Noi facciamo parte di quella nazione. Se tu lo credi, l’intera tua vita sarà trasformata. Una tale consapevolezza cambierà il tuo modo di pensare, di agire, di spendere il tuo denaro. Ti farà prosperare in Dio, perché il cuore di Dio palpita nell’attesa di vedere questa nazione sorgere e diventare la gloria di tutta la terra.
Noi stiamo correndo una staffetta. Con una grande nuvola di testimoni che ci circonda sugli spalti, ci stiamo avvicinando all’ultima tappa. La generazione precedente ha passato a noi il testimone..

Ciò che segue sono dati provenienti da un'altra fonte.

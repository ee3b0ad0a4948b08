import type { Figure } from './dimension.js';
import type { AngleInterval } from './envelope.js';
import type { IsoFit } from './iso-286.js';
import type { Tilt } from './tilt.js';
import type { SeatVerdict } from './verdict.js';

/** A dimension or attribute nobody has read yet, and how to read it. */
export interface MissingReading {
  readonly side: 'a' | 'b';
  readonly name: string;
  readonly label: string;
  readonly howTo: string;
}

export interface JointVerdict {
  readonly verdict: SeatVerdict;
  /** Room in the direction that decides, mm; negative is overlap. */
  readonly margin: Figure | null;
  readonly marginOf: string;
  readonly chance: number | null;
  /** What touches instead, in words; null where it seats. */
  readonly touches: string | null;
  readonly gap: Figure | null;
  readonly tilt: { readonly best: Tilt; readonly worst: Tilt | null } | null;
  /** Angles that stay free for the second body; only for envelopes. */
  readonly freeAngles: readonly AngleInterval[] | null;
  /** Turn that would clear it, degrees. */
  readonly turnNeeded: number | null;
  readonly isoFit: IsoFit | null;
  readonly sentence: string;
  readonly missing: readonly MissingReading[];
}
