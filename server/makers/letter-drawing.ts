import sharp from 'sharp';
import type { FitCell, JointPage, JointSidePage } from '../../shared/contract/joints.js';
import type { EditionView } from '../../shared/contract/write-ups.js';
import { drawingSvg } from '../../shared/drawing/drawing-svg.js';
import { drawJoint } from '../../shared/drawing/joint-drawing.js';
import type { FeatureOnHand } from '../../shared/fit/joint-verdict.js';
import { onHand } from '../joints/fit-cell.js';
import type { Attachment } from '../mail/letter.js';

const dotsPerInch = 144;

/**
 * The joint drawn from the consensus of the newest pair of revisions that the write-up holds for, else of the newest pair
 * of which readings tell something; null where no such pair can be drawn.
 */
export function drawingOf(joint: JointPage, view: EditionView): string | null {
  const held = new Set(
    view.joints
      .flatMap(({ a, b }) => [...a.revisions, ...b.revisions])
      .flatMap(({ id, holds }) => (holds ? [id] : [])),
  );
  const known = joint.cells.filter(({ verdict }) => verdict !== 'not-known');
  const cell =
    known.findLast(({ revisionA, revisionB }) => held.has(revisionA) && held.has(revisionB)) ?? known.at(-1);
  return cell ? drawn(joint, cell) : null;
}

function drawn(joint: JointPage, cell: FitCell): string | null {
  const a = side(joint.sideA, cell.revisionA);
  const b = side(joint.sideB, cell.revisionB);
  if (!a || !b) return null;
  const drawing = drawJoint({ kind: joint.kind, a: a.known, b: b.known, nameA: a.name, nameB: b.name });
  return drawing && drawingSvg(drawing, "From the consensus of owners' readings");
}

function side(page: JointSidePage, revisionId: number): { known: FeatureOnHand; name: string } | undefined {
  const entry = page.revisions.find(({ revision }) => revision.id === revisionId);
  if (!entry) return undefined;
  const { attributes, dimensions, revision } = entry;
  return {
    known: onHand({ process: page.process, attributes, dimensions }),
    name: `${page.part.name} ${revision.label}`,
  };
}

/** The drawing as it goes with the letter: to be opened anywhere, and to be scaled without loss. */
export async function attachmentsOf(svg: string): Promise<Attachment[]> {
  const bytes = Buffer.from(svg, 'utf8');
  const png = await sharp(bytes, { density: dotsPerInch }).png().toBuffer();
  return [
    { fileName: 'joint.svg', mediaType: 'image/svg+xml', content: bytes },
    { fileName: 'joint.png', mediaType: 'image/png', content: png },
  ];
}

Un buon allenatore organizza la sua staffetta in modo che gli atleti più forti corrano per primo e per ultimo. Il libro degli Atti ci dice che i primi corridori sono partiti dai blocchi abbastanza bene. Ora noi dobbiamo correre forte, afferrare il testimone e impegnare nella gara tutte le nostre forze.
Posso immaginare Mosè, Elia, Eliseo e tutti i santi del passato che stanno in piedi e gridano: “È vicino. Ecco il traguardo. Ci siamo!” Essi guardano Gesù che lascia il Suo posto e si dirige verso la meta per accogliere il vincitore: una Chiesa gloriosa, senza macchia e senza ruga.